[Provided records — start]

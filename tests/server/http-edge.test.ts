import request from 'supertest';
import { afterAll, beforeAll, describe, expect, it } from 'vitest';
import { apiErrorSchema } from '@shared/api/errors';
import { ApiClient, signedIn } from '../support/api-client';
import { makeFrame, makeProject, makeUser, makeWorkshop, sampleDocument } from '../support/factories';
import { createTestContext, truncateAll, type TestContext } from '../support/test-app';

// What every request goes through before a route sees it: CSRF, body parsing and size, validation, routing,
// the error middleware, and the security headers.

let ctx: TestContext;
let owner: ApiClient;
let workshopId: string;
let projectId: string;
let frameId: string;

beforeAll(async () => {
  ctx = await createTestContext();
  await truncateAll(ctx.orm);
  const u = await makeUser(ctx.orm);
  const w = await makeWorkshop(ctx.orm, [{ user: u, role: 'owner' }]);
  const p = await makeProject(ctx.orm, w);
  workshopId = w.id;
  projectId = p.id;
  frameId = (await makeFrame(ctx.orm, p)).id;
  owner = await signedIn(ctx.app, u);
});
afterAll(() => ctx.close());

describe('CSRF', () => {
  it('a state-changing request without the token → 403 csrf, and nothing happens', async () => {
    const token = owner.csrf;
    owner.csrf = null;
    try {
      const res = await owner.post(`/api/workshops/${workshopId}/projects`, { name: 'Sneaky' });
      expect(res.status).toBe(403);
      expect(apiErrorSchema.parse(res.body).error.code).toBe('csrf');
    } finally {
      owner.csrf = token;
    }
    const list = (await owner.get(`/api/workshops/${workshopId}/projects`).expect(200)).body as { name: string }[];
    expect(list.map((p) => p.name)).not.toContain('Sneaky');
  });

  it('a wrong token, or another session’s token → 403', async () => {
    const other = new ApiClient(ctx.app);
    const otherToken = await other.fetchCsrf();
    for (const bad of ['wrong', otherToken]) {
      const res = await owner.agent.patch(`/api/workshops/${workshopId}`).set('X-CSRF-Token', bad).send({ name: 'x' });
      expect(res.status).toBe(403);
      expect(res.body.error.code).toBe('csrf');
    }
  });

  it('sign-in needs a token too (the client fetches one first)', async () => {
    const res = await request(ctx.app).post('/api/auth/signin').send({ email: 'a@b.test', password: 'whatever password' });
    expect(res.status).toBe(403);
    expect(res.body.error.code).toBe('csrf');
  });

  it('reads need no token', async () => {
    const token = owner.csrf;
    owner.csrf = null;
    try {
      await owner.get(`/api/frames/${frameId}`).expect(200);
    } finally {
      owner.csrf = token;
    }
  });
});

type BadCase = [name: string, method: 'get' | 'post' | 'put' | 'patch', path: () => string, body: unknown, fields: string[]];

describe('bad bodies and parameters → 400 naming the fields', () => {
  it.each<BadCase>([
    ['POST /workshops', 'post', () => '/api/workshops', { name: '' }, ['name']],
    ['POST /workshops (no body)', 'post', () => '/api/workshops', undefined, ['name']],
    ['POST members', 'post', () => `/api/workshops/${workshopId}/members`, { email: 'nope', role: 'boss' }, ['email', 'role']],
    ['PATCH member', 'patch', () => `/api/workshops/${workshopId}/members/not-a-uuid`, { role: 'viewer' }, ['userId']],
    ['POST projects', 'post', () => `/api/workshops/${workshopId}/projects`, { name: 42, client: ['x'], notes: 'n'.repeat(5001) }, ['client', 'name', 'notes']],
    ['PATCH project', 'patch', () => `/api/projects/${projectId}`, { name: '   ' }, ['name']],
    ['POST frames', 'post', () => `/api/projects/${projectId}/frames`, { name: 'x'.repeat(121), document: 'text' }, ['document', 'name']],
    ['PUT document', 'put', () => `/api/frames/${frameId}/document`, { baseVersion: 'one', document: [] }, ['baseVersion', 'document']],
    ['PUT document (fractional version)', 'put', () => `/api/frames/${frameId}/document`, { baseVersion: 1.5, document: {} }, ['baseVersion']],
    ['GET frames ?deleted', 'get', () => `/api/projects/${projectId}/frames?deleted=maybe`, undefined, ['deleted']],
    ['GET revision', 'get', () => `/api/frames/${frameId}/revisions/first`, undefined, ['version']],
    ['GET project (bad id)', 'get', () => '/api/projects/123', undefined, ['projectId']],
  ])('%s', async (_name, method, path, body, fields) => {
    const res = await owner.send(method, path(), body);
    expect(res.status, JSON.stringify(res.body)).toBe(400);
    const err = apiErrorSchema.parse(res.body).error;
    expect(err.code).toBe('validation');
    expect(Object.keys(err.fields ?? {}).sort()).toEqual(fields);
    for (const message of Object.values(err.fields ?? {})) expect(message.length).toBeGreaterThan(0);
  });

  it('malformed JSON → 400 bad_request', async () => {
    const res = await owner.agent
      .post('/api/workshops')
      .set('X-CSRF-Token', owner.csrf!)
      .set('Content-Type', 'application/json')
      .send('{"name": ');
    expect(res.status).toBe(400);
    expect(res.body.error.code).toBe('bad_request');
  });
});

describe('size limit', () => {
  it('a body over the limit → 413 payload_too_large, frame untouched', async () => {
    const huge = { baseVersion: 1, document: { schemaVersion: 1, members: [], padding: 'x'.repeat(2.5 * 1024 * 1024) } };
    const res = await owner.put(`/api/frames/${frameId}/document`, huge);
    expect(res.status).toBe(413);
    expect(res.body).toEqual({ error: { code: 'payload_too_large', message: expect.any(String) } });
    const frame = (await owner.get(`/api/frames/${frameId}`).expect(200)).body as { version: number };
    expect(frame.version).toBe(1);
  });

  it('a large frame under the limit is accepted', async () => {
    const document = sampleDocument(4000, 'm');
    expect(JSON.stringify(document).length).toBeGreaterThan(500_000);
    const res = await owner.put(`/api/frames/${frameId}/document`, { baseVersion: 1, document });
    expect(res.status).toBe(200);
  });
});

describe('routing and errors', () => {
  it('an unknown /api route → JSON 404', async () => {
    const res = await owner.get('/api/no/such/thing');
    expect(res.status).toBe(404);
    expect(res.headers['content-type']).toMatch(/application\/json/);
    expect(res.body.error.code).toBe('not_found');
    expect((await owner.post('/api/nothing-here', {})).status).toBe(404);
  });

  it('ids of things that do not exist → 404', async () => {
    const ghost = '6f1c2a3b-4d5e-4f60-8a7b-9c0d1e2f3a4b';
    for (const path of [`/api/projects/${ghost}`, `/api/frames/${ghost}`, `/api/workshops/${ghost}/members`]) {
      const res = await owner.get(path);
      expect(res.status).toBe(404);
      expect(res.body.error.code).toBe('not_found');
    }
  });

  it('a crash → 500 with a plain message and no stack trace; the error is reported server-side', async () => {
    const broken = await createTestContext();
    try {
      const u = await makeUser(ctx.orm);
      const client = await signedIn(broken.app, u);
      await broken.orm.close(true);
      const res = await client.get('/api/workshops');
      expect(res.status).toBe(500);
      expect(res.body).toEqual({ error: { code: 'internal', message: 'Something went wrong on the server' } });
      expect(res.text).not.toMatch(/at .+\.(ts|js):\d+/);
      expect(broken.loggedErrors.length).toBe(1);
    } finally {
      await broken.close();
    }
  });

  it('sends the usual security headers', async () => {
    const res = await request(ctx.app).get('/api/health');
    expect(res.headers['x-content-type-options']).toBe('nosniff');
    expect(res.headers['content-security-policy']).toMatch(/default-src 'self'/);
    expect(res.headers['x-powered-by']).toBeUndefined();
  });
});

describe('session store', () => {
  it('a session survives a server restart (sessions live in PostgreSQL)', async () => {
    const u = await makeUser(ctx.orm);
    const first = await createTestContext();
    const client = await signedIn(first.app, u);
    const signin = await client.get('/api/auth/me').expect(200);
    const csrf = signin.body.csrfToken as string;
    const cookieJar = client.agent.jar.getCookie('slotwright.sid', { domain: '127.0.0.1', path: '/', secure: false, script: false });
    const cookie = cookieJar ? `slotwright.sid=${cookieJar.value}` : '';
    expect(cookie).not.toBe('');
    await first.close();

    const second = await createTestContext();
    try {
      const me = await request(second.app).get('/api/auth/me').set('Cookie', cookie).expect(200);
      expect(me.body.user.id).toBe(u.id);
      const created = await request(second.app).post('/api/workshops').set('Cookie', cookie).set('X-CSRF-Token', csrf).send({ name: 'After restart' });
      expect(created.status).toBe(201);
    } finally {
      await second.close();
    }
  });
});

[Provided records — finish]

The reply is a bare number: how many lines above include "second".

4